Looking to make some quick money? Well, this probably won’t be quick, but it might be the most interesting way to make $25,000: The Maine Mineral and Gem Museum is offering $25,000 to anyone who can bring them a piece of the meteorite that burned through the US earlier this month.
In Scotland, the remains of a Roman fort have been found at Clydebank.
We know all about how Titanic was sank. But who dreamed it up? How?
The concept of backspace—backing up and erasing, making something simply disappear—is a unique one tied intrinsically to the keyboard. This history of the keyboard in the MIT Tech Review goes over how we got each key and the shape of keyboards today.
200 years of New York’s seedy underbelly. From its first known* street gang in 1800 to a 2019 mob boss assassination, this is a history of organized crime. (*I’m so sorry but I just refuse to believe that there were no street gangs in New York pre-1800.)
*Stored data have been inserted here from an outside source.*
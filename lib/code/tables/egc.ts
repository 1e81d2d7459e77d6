/**
 * Minimum size of wire-type equipment grounding conductors.
 * Source: NFPA 70-2023 Table 250.122; 2017 text, same but aluminum 1200 kcmil at 5000 and 6000 A.
 * ocpdA: rating or setting not exceeding. First row whose ocpdA is not below the device.
 * The aluminum entries of 5000 and 6000 A are given as printed in 2023; the 2017 figure, 1200 kcmil, is no size of Table 8.
 */
import type { ConductorSize } from "@/lib/units";
import type { TableInfo } from "../types";

export const EGC_INFO: TableInfo = {
  meaning: "egc-table",
  title: "Minimum size of equipment grounding conductors",
  values: { "2017": "read", "2020": "agreed", "2023": "read", "2026": "preview" },
};

export const EGC_ROWS: readonly { readonly ocpdA: number; readonly copper: ConductorSize; readonly aluminum: ConductorSize }[] = [
  { ocpdA: 15, copper: "14 AWG", aluminum: "12 AWG" },
  { ocpdA: 20, copper: "12 AWG", aluminum: "10 AWG" },
  { ocpdA: 60, copper: "10 AWG", aluminum: "8 AWG" },
  { ocpdA: 100, copper: "8 AWG", aluminum: "6 AWG" },
  { ocpdA: 200, copper: "6 AWG", aluminum: "4 AWG" },
  { ocpdA: 300, copper: "4 AWG", aluminum: "2 AWG" },
  { ocpdA: 400, copper: "3 AWG", aluminum: "1 AWG" },
  { ocpdA: 500, copper: "2 AWG", aluminum: "1/0 AWG" },
  { ocpdA: 600, copper: "1 AWG", aluminum: "2/0 AWG" },
  { ocpdA: 800, copper: "1/0 AWG", aluminum: "3/0 AWG" },
  { ocpdA: 1000, copper: "2/0 AWG", aluminum: "4/0 AWG" },
  { ocpdA: 1200, copper: "3/0 AWG", aluminum: "250 kcmil" },
  { ocpdA: 1600, copper: "4/0 AWG", aluminum: "350 kcmil" },
  { ocpdA: 2000, copper: "250 kcmil", aluminum: "400 kcmil" },
  { ocpdA: 2500, copper: "350 kcmil", aluminum: "600 kcmil" },
  { ocpdA: 3000, copper: "400 kcmil", aluminum: "600 kcmil" },
  { ocpdA: 4000, copper: "500 kcmil", aluminum: "750 kcmil" },
  { ocpdA: 5000, copper: "700 kcmil", aluminum: "1250 kcmil" },
  { ocpdA: 6000, copper: "800 kcmil", aluminum: "1250 kcmil" },
];
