import type { Rule } from "@/lib/rules/engine/types";
import { transferEquipmentRules } from "./equipment";
import { generatorRules } from "./generator";

/** Rules of this room beside those that the index of all names one by one. */
export const transferRules: readonly Rule[] = [...generatorRules, ...transferEquipmentRules];
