import { MUST_FIX_TO_2023, NEVER_MUST_FIX, notCode, sameSection, sections } from "@/lib/rules/engine/meta";
import type { CheckContext, Outcome, Rule } from "@/lib/rules/engine/types";
import { ratingRule } from "@/lib/rules/families/rating";
import { deviceRatingA } from "@/lib/rules/shared/conductors";
import { equipmentRef, found, isTrue, nameOf, NOT_APPLICABLE, numberOf, PASS, propertyLabel, textOf } from "@/lib/rules/shared/outcome";
import { topology } from "@/lib/rules/shared/topology";

const base = { group: "Generators and transfer", absorbs: [] } as const;
const all = (context: CheckContext): readonly string[] => Object.keys(context.drawing.equipment).sort();
const transfers = (context: CheckContext): readonly string[] => all(context).filter((id) => context.graph.kind(id).capabilities.switching === "transfer");
const inlets = (context: CheckContext): readonly string[] => all(context).filter((id) => context.drawing.equipment[id]?.kind === "power-inlet");

/** First overcurrent devices along the circuits that leave a port. */
const away = (context: CheckContext, id: string, port: string): readonly string[] =>
  context.graph.circuitsAt(id, port).flatMap((circuit) => topology(context.graph).runs(circuit, context.drawing.circuits[circuit]?.from.equipment === id ? "to" : "from")
    .flatMap((run) => (run.device === null || run.device === id ? [] : [run.device])));

export const transferRating = ratingRule({
  meta: {
    ...base, id: "transfer-rating", severity: "must-fix", evidence: "rated",
    statement: "Transfer equipment is rated for the device of each source it takes over.", risk: "Its contacts weld on the first long load, and both sources may stay joined.",
    citations: sections(["702.5, 110.3(B)", "read"], ["702.5, 110.3(B)", "read"], ["702.5, 110.3(B)", "read"]), mustFixAllowed: MUST_FIX_TO_2023, limits: {},
    reads: ["equipment.props.ratingA", "circuits.from", "circuits.to"],
  },
  variant: "below-device", unit: "A", bound: "least", name: "Transfer equipment",
  subjects: (context) => transfers(context).map(equipmentRef),
  demand: (ref, context, reader) => {
    const devices = ["a", "b"].flatMap((port) => away(context, ref.id, port));
    let best: { value: number; device: string } | null = null;
    for (const device of new Set(devices)) {
      const value = deviceRatingA(context, device);
      const field = topology(context.graph).ratingField(device) ?? "ratingA";
      if (value === null) reader.ask(equipmentRef(device), `props.${field}`, propertyLabel(context, device, field));
      else if (!best || value > best.value) best = { value, device };
    }
    return best && { value: best.value, words: "the device ahead of it is", related: [equipmentRef(best.device)] };
  },
  rating: (ref, context) => ({ value: numberOf(context, ref.id, "ratingA"), field: "props.ratingA", label: propertyLabel(context, ref.id, "ratingA") }),
  examples: { violates: "A 100 A transfer switch behind a 125 A breaker.", passes: "A 125 A switch." },
});

export const interlockNotListed: Rule = {
  meta: {
    ...base, id: "interlock-not-listed", severity: "must-fix", evidence: "rated",
    statement: "An interlock is listed for the panelboard and the breakers it holds apart.", risk: "A home-made bar slips, and both sources are on.",
    citations: sameSection("702.5, 110.3(B)", ["unconfirmed", "unconfirmed", "unconfirmed"]), mustFixAllowed: NEVER_MUST_FIX, mustFixWith: "instruction", limits: {}, reads: ["interlocks.listed", "interlocks.kind"],
  },
  subjects: ({ drawing }) => Object.keys(drawing.interlocks).sort().map((id) => ({ collection: "interlocks" as const, id })),
  evaluate: (anchor, context): Outcome => {
    const interlock = context.drawing.interlocks[anchor.id];
    if (!interlock) return NOT_APPLICABLE;
    if (interlock.listed === true) return PASS;
    if (interlock.listed === null) return { outcome: "needs-data", fields: [{ ref: anchor, field: "listed", label: "listed for this panelboard and these breakers" }] };
    return found({ variant: "not-listed", anchor, field: "listed", related: Object.keys(interlock.switches).sort().map(equipmentRef), message: `${nameOf(context, anchor)} is not listed for its panelboard and breakers.`, steps: [] });
  },
  examples: { violates: "A home-made bar between two breakers.", passes: "A slide listed for the cabinet and its breaker family." },
};

export const inletInterlock100: Rule = {
  meta: {
    ...base, id: "inlet-interlock-100", severity: "must-fix", evidence: "rated", from: "2020",
    statement: "A power inlet of 100 A or more is listed and has an interlocked disconnect.", risk: "A loaded plug is pulled and arcs in the hand.",
    citations: sections(["702.7(C)", "unconfirmed"], ["702.7(D)", "agreed"], ["702.7(D)", "agreed"]), mustFixAllowed: MUST_FIX_TO_2023, limits: { ratingA: { value: 100, unit: "A", source: "702.7(D)" } },
    reads: ["equipment.props.ratingA", "equipment.props.interlockedSwitch"],
  },
  subjects: (context) => inlets(context).map(equipmentRef),
  evaluate: (anchor, context): Outcome => {
    const ratingA = numberOf(context, anchor.id, "ratingA");
    const interlocked = context.drawing.equipment[anchor.id]?.props.interlockedSwitch;
    if (ratingA === null) return { outcome: "needs-data", fields: [{ ref: anchor, field: "props.ratingA", label: propertyLabel(context, anchor.id, "ratingA") }] };
    if (ratingA < context.limit("ratingA")) return NOT_APPLICABLE;
    if (interlocked === true) return PASS;
    if (typeof interlocked !== "boolean") return { outcome: "needs-data", fields: [{ ref: anchor, field: "props.interlockedSwitch", label: propertyLabel(context, anchor.id, "interlockedSwitch") }] };
    return found({ variant: "plain", anchor, field: "props.interlockedSwitch", related: [], message: `${nameOf(context, anchor)} of ${ratingA} A has no interlocked disconnect.`, steps: [] });
  },
  examples: { violates: "200 A single-pole inlets without a switch.", passes: "A 200 A inlet with an interlocked switch." },
};

export const portableInlet: Rule = {
  meta: {
    ...base, id: "portable-inlet", severity: "should-fix", evidence: "rated",
    statement: "An inlet is rated for the device behind it and marked for the neutral of the set: bonded or floating.", risk: "A set with a bonded neutral is plugged in where the neutral is bonded already, or none is bonded at all.",
    citations: sameSection("702.7(C)", ["unconfirmed", "unconfirmed", "unconfirmed"]), mustFixAllowed: NEVER_MUST_FIX, limits: {}, reads: ["equipment.props.neutralMark", "equipment.props.ratingA", "circuits.from", "circuits.to"],
  },
  subjects: (context) => inlets(context).map(equipmentRef),
  evaluate: (anchor, context): Outcome | readonly Outcome[] => {
    const outcomes: Outcome[] = [];
    const mark = textOf(context, anchor.id, "neutralMark");
    if (mark === null) outcomes.push(found({ variant: "not-marked", anchor, field: "props.neutralMark", related: [], message: `${nameOf(context, anchor)} is not marked for a bonded or a floating neutral.`, steps: [] }));
    const ratingA = numberOf(context, anchor.id, "ratingA");
    const device = away(context, anchor.id, "load")[0] ?? null;
    const deviceA = device === null ? null : deviceRatingA(context, device);
    if (ratingA === null) outcomes.push({ outcome: "needs-data", fields: [{ ref: anchor, field: "props.ratingA", label: propertyLabel(context, anchor.id, "ratingA") }] });
    else if (device !== null && deviceA !== null && deviceA > ratingA) outcomes.push(found({ variant: "above-inlet", anchor, field: "props.ratingA", related: [equipmentRef(device)], message: `${nameOf(context, equipmentRef(device))} of ${deviceA} A stands behind ${nameOf(context, anchor)} of ${ratingA} A.`, steps: [] }));
    return outcomes.length > 0 ? outcomes : PASS;
  },
  examples: { violates: "An inlet without a mark.", passes: "A 30 A inlet marked for a floating neutral behind a 30 A breaker." },
};

export const switchedNeutralSymbol: Rule = {
  meta: {
    ...base, id: "switched-neutral-symbol", severity: "advice", evidence: "derived",
    statement: "Transfer equipment shows its poles and whether it switches the neutral, so that the bond can be judged.", risk: "Nobody can tell whether the set is a separately derived system.",
    citations: notCode("common practice, no published source"), mustFixAllowed: NEVER_MUST_FIX, limits: {}, reads: ["equipment.props.poles", "equipment.props.switchedNeutral"],
  },
  subjects: (context) => transfers(context).map(equipmentRef),
  evaluate: (anchor, context): Outcome => {
    const props = context.drawing.equipment[anchor.id]?.props ?? {};
    const open = (["poles", "switchedNeutral"] as const).filter((key) => props[key] === null || props[key] === undefined);
    if (open.length > 0) return { outcome: "needs-data", fields: open.map((key) => ({ ref: anchor, field: `props.${key}`, label: propertyLabel(context, anchor.id, key) })) };
    const lines = context.drawing.site.serviceSystem === "208Y/120 V, 4-wire" || context.drawing.site.serviceSystem === "480Y/277 V, 4-wire" ? 3 : 2;
    const least = lines + (props.switchedNeutral === true ? 1 : 0);
    if (Number(props.poles) >= least) return PASS;
    return found({ variant: "too-few", anchor, field: "props.poles", related: [], message: `${nameOf(context, anchor)} shows ${String(props.poles)} poles; ${least} are switched${props.switchedNeutral === true ? ", the neutral among them" : ""}.`, steps: [] });
  },
  examples: { violates: "A switch of 2 poles said to switch the neutral of a 3-wire system.", passes: "3 poles with a switched neutral." },
};

export const generatorParallel: Rule = {
  meta: {
    ...base, id: "generator-parallel", severity: "must-fix", evidence: "rated",
    statement: "A generator runs in parallel with grid-forming inverters only where both are listed for it.", risk: "Two voltage sources fight: the set loses speed control or the inverters trip on overcurrent.",
    citations: sections(["705.40, 110.3(B)", "read"], ["705.40, 110.3(B)", "agreed"], ["705.40, 110.3(B)", "agreed"]), mustFixAllowed: MUST_FIX_TO_2023, limits: {},
    reads: ["equipment.props.listedGeneratorMode", "circuits.from", "circuits.to", "interlocks.switches"],
  },
  subjects: (context) => (all(context).some((id) => context.graph.kind(id).capabilities.source === "generator") ? all(context).filter((id) => { const { converter, follower } = context.graph.kind(id).capabilities; return converter === true && follower !== true; }).map(equipmentRef) : []),
  evaluate: (anchor, context): Outcome => {
    const sets = new Set(context.states().allowed.flatMap((state) => state.islands.filter((island) => island.converters.includes(anchor.id)).flatMap((island) => island.sources.filter((id) => context.graph.kind(id).capabilities.source === "generator"))));
    if (sets.size === 0) return PASS;
    if (isTrue(context, anchor.id, "listedGeneratorMode")) return PASS;
    if (typeof context.drawing.equipment[anchor.id]?.props.listedGeneratorMode !== "boolean") return { outcome: "needs-data", fields: [{ ref: anchor, field: "props.listedGeneratorMode", label: propertyLabel(context, anchor.id, "listedGeneratorMode") }] };
    return found({ variant: "not-listed", anchor, field: "props.listedGeneratorMode", related: [...sets].sort().map(equipmentRef), message: `${nameOf(context, anchor)} runs beside ${[...sets].sort().map((id) => nameOf(context, equipmentRef(id))).join(", ")} and is not listed for it.`, steps: [] });
  },
  examples: { violates: "A gas set closed onto the bus of grid-forming inverters without a listed mode.", passes: "Inverters with a listed generator mode." },
};

/** Transfer equipment, interlocks and inlets. */
export const transferEquipmentRules: readonly Rule[] = [transferRating, interlockNotListed, generatorParallel, inletInterlock100, portableInlet, switchedNeutralSymbol];
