/**
 * Typical outside diameters of conductors that Table 5 does not hold.
 * Source: USE-2 compact aluminum: cut sheet of one maker, 2010; PV wire: from memory, not citable.
 * Inches. Suggestions for an entry form only; a fill check asks for the diameter of the product.
 */
import type { ConductorSize } from "@/lib/units";

export const TYPICAL_PV_WIRE_OD: readonly { readonly size: ConductorSize; readonly outsideDiameterIn: number }[] = [
  { size: "12 AWG", outsideDiameterIn: 0.25 },
  { size: "10 AWG", outsideDiameterIn: 0.27 },
  { size: "8 AWG", outsideDiameterIn: 0.32 },
  { size: "6 AWG", outsideDiameterIn: 0.36 },
];

export const TYPICAL_USE2_ALUMINUM_OD: readonly { readonly size: ConductorSize; readonly outsideDiameterIn: number }[] = [
  { size: "6 AWG", outsideDiameterIn: 0.292 },
  { size: "4 AWG", outsideDiameterIn: 0.336 },
  { size: "2 AWG", outsideDiameterIn: 0.391 },
  { size: "1 AWG", outsideDiameterIn: 0.462 },
  { size: "1/0 AWG", outsideDiameterIn: 0.499 },
  { size: "2/0 AWG", outsideDiameterIn: 0.539 },
  { size: "3/0 AWG", outsideDiameterIn: 0.586 },
  { size: "4/0 AWG", outsideDiameterIn: 0.638 },
  { size: "250 kcmil", outsideDiameterIn: 0.713 },
  { size: "300 kcmil", outsideDiameterIn: 0.763 },
  { size: "350 kcmil", outsideDiameterIn: 0.809 },
  { size: "400 kcmil", outsideDiameterIn: 0.852 },
  { size: "500 kcmil", outsideDiameterIn: 0.929 },
  { size: "700 kcmil", outsideDiameterIn: 1.1 },
  { size: "750 kcmil", outsideDiameterIn: 1.131 },
  { size: "1000 kcmil", outsideDiameterIn: 1.283 },
];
What do you know about Frank Wills, the 24-year-old security guard who foiled the Watergate break-in and revealed an American scandal?
These 33 photos reveal the devastation of the Lebanese Civil War. Beirut was once thought of as “the Paris of Middle East” but this 1975 conflict changed that.
Have you heard of the Ostend Manifesto, the 1854 US attempt to seize Cuba from the Spanish empire?